### Assigned task
In the material below, find each line holding the string "them" and copy it.

Dataset excerpts section start

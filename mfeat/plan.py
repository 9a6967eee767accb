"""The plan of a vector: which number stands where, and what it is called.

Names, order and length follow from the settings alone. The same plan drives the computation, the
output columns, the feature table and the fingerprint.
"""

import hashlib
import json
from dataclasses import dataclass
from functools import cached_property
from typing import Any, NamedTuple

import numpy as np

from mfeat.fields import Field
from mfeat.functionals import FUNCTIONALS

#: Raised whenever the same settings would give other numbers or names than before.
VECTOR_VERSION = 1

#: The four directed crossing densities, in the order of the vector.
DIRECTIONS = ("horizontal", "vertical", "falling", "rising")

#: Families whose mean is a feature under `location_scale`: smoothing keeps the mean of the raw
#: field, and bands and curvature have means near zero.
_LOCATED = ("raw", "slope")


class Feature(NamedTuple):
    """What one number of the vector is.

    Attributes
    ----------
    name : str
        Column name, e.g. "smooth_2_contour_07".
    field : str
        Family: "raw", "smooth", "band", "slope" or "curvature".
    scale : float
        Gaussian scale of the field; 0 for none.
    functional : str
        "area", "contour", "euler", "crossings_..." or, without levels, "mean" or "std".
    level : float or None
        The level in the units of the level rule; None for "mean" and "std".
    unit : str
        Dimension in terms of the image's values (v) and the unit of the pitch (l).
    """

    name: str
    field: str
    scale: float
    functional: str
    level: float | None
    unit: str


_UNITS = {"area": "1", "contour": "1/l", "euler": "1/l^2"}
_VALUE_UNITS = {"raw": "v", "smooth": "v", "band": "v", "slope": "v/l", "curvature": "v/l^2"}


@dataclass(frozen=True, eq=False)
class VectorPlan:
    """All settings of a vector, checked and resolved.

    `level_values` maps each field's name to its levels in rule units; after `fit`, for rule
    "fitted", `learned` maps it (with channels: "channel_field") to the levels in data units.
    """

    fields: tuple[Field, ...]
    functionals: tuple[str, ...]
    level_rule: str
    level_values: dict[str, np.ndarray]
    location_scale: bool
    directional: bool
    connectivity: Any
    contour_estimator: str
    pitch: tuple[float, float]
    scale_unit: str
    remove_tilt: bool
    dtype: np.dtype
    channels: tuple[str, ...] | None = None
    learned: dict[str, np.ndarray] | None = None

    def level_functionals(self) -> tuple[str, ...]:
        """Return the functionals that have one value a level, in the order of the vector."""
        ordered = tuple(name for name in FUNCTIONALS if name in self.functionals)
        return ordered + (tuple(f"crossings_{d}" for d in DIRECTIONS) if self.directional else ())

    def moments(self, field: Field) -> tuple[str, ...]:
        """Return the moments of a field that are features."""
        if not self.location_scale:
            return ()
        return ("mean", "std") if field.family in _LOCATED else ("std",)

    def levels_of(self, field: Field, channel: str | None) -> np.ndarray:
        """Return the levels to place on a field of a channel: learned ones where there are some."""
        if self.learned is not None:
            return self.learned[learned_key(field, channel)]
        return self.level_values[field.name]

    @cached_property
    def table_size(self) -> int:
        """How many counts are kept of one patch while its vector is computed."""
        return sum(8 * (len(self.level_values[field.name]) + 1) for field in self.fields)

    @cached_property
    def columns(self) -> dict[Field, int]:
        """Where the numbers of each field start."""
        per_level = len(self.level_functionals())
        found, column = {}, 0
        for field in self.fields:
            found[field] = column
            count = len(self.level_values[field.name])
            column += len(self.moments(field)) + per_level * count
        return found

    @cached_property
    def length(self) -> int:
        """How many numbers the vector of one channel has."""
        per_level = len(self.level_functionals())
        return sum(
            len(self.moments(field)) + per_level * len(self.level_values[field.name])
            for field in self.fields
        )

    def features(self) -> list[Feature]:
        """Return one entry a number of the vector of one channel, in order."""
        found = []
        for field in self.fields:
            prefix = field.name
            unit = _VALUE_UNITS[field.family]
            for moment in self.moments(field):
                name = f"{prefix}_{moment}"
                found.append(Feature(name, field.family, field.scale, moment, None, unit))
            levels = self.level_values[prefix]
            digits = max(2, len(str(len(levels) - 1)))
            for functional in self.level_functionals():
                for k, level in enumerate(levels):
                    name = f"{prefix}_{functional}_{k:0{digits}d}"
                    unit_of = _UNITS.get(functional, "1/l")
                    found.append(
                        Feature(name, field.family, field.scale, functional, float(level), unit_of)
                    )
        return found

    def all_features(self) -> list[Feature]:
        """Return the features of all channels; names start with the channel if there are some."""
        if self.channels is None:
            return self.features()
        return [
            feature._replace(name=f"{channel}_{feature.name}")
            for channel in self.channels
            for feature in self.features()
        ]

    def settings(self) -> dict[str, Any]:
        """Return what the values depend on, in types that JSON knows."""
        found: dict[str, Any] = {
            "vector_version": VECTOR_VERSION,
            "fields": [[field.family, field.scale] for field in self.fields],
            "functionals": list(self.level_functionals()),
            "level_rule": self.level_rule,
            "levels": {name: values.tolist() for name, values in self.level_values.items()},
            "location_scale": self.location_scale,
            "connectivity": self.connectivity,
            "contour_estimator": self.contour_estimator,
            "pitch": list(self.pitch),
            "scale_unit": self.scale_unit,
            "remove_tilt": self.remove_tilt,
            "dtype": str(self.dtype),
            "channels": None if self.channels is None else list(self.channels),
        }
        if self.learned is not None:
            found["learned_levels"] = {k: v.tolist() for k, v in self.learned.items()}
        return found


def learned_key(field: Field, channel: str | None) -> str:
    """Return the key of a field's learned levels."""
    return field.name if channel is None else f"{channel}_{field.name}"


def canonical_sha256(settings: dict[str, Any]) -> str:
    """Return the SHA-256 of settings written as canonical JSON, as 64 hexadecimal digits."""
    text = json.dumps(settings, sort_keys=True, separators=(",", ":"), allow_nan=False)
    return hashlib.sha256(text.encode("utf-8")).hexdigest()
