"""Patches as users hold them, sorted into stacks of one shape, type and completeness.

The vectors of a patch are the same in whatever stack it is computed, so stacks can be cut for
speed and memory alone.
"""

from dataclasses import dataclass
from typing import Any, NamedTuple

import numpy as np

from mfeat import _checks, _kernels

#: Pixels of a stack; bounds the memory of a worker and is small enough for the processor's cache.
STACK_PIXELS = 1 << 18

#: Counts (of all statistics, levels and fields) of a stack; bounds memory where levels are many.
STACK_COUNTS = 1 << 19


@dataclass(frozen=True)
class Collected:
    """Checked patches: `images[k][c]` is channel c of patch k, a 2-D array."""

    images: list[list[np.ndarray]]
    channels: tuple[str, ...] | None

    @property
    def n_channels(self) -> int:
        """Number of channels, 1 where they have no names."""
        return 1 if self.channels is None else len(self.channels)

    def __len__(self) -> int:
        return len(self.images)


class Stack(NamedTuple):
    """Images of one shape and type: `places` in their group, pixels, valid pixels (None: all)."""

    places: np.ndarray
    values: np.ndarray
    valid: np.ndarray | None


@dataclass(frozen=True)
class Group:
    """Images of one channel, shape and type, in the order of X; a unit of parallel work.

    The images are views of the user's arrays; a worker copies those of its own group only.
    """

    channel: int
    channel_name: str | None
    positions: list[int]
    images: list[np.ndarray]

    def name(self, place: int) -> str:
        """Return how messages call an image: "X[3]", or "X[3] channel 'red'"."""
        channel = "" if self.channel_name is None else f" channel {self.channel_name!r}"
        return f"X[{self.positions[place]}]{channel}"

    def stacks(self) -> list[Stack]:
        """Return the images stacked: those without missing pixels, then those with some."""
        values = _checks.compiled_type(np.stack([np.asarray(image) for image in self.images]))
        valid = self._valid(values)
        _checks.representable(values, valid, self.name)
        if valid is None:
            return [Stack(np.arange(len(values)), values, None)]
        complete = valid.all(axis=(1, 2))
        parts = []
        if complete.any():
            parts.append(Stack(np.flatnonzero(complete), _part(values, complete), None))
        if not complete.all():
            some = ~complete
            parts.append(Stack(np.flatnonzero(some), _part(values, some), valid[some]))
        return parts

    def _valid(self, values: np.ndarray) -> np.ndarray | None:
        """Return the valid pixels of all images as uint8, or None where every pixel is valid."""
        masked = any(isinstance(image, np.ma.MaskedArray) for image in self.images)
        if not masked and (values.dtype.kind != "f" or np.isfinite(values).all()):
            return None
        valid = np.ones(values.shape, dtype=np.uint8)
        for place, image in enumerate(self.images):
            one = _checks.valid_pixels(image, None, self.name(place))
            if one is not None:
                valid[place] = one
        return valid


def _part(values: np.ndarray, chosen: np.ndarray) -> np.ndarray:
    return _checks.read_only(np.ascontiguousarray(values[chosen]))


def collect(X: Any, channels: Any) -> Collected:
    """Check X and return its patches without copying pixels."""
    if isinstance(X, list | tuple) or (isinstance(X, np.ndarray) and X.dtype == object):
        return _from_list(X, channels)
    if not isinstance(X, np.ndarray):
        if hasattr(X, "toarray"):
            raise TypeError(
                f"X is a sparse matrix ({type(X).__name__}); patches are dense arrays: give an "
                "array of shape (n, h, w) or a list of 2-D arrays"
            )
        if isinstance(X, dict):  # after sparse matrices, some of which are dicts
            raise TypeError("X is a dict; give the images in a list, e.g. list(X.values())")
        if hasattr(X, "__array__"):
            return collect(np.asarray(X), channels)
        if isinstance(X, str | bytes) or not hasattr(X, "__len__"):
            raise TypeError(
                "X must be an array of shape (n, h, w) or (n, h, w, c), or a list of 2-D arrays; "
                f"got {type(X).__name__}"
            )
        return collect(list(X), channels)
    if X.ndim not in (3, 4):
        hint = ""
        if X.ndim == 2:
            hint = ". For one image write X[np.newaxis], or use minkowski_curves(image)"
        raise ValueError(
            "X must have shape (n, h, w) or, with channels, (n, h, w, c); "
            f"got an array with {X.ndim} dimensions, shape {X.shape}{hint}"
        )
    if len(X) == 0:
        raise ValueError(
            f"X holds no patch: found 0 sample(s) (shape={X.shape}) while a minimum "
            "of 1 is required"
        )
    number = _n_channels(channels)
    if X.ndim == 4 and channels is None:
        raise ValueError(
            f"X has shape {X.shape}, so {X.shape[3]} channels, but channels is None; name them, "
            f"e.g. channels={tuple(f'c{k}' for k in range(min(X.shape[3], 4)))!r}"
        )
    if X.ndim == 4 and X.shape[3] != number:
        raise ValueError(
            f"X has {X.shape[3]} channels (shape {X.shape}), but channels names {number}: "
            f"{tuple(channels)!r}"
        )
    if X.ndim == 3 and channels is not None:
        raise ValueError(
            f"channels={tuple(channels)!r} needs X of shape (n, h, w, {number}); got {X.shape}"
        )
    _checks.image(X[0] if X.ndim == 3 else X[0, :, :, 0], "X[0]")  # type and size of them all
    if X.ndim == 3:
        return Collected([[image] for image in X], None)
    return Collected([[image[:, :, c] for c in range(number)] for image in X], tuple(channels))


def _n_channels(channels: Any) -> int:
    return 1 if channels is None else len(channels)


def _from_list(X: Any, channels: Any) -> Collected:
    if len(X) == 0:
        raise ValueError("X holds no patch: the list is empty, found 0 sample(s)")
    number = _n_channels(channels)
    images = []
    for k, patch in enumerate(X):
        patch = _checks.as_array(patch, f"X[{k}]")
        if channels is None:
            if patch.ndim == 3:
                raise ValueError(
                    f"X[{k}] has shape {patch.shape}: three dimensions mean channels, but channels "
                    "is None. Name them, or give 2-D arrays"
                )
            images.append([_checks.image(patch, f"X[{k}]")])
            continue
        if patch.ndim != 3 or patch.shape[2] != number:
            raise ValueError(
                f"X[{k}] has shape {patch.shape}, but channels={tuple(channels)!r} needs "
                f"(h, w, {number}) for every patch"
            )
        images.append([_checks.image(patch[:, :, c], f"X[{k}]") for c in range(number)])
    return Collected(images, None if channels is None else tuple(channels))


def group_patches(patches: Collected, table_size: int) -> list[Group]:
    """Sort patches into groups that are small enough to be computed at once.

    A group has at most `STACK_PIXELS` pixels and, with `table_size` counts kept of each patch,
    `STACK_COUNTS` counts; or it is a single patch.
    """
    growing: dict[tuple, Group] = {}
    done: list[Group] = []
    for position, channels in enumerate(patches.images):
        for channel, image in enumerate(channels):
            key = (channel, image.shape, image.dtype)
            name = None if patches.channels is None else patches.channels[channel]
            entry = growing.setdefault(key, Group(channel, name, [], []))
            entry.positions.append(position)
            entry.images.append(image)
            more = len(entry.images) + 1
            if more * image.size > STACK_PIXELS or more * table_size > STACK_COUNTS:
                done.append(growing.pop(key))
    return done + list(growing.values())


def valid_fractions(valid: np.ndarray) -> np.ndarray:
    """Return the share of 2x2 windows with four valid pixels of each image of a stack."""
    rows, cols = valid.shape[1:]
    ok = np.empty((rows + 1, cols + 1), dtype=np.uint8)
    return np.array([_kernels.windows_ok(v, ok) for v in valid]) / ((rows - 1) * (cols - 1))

Dataset excerpts section end

### Solution to this problem
"""Patches as users hold them, sorted into stacks of one shape, type and completeness.
            f"X has shape {X.shape}, so {X.shape[3]} channels, but channels is None; name them, "
    _checks.image(X[0] if X.ndim == 3 else X[0, :, :, 0], "X[0]")  # type and size of them all
                    "is None. Name them, or give 2-D arrays"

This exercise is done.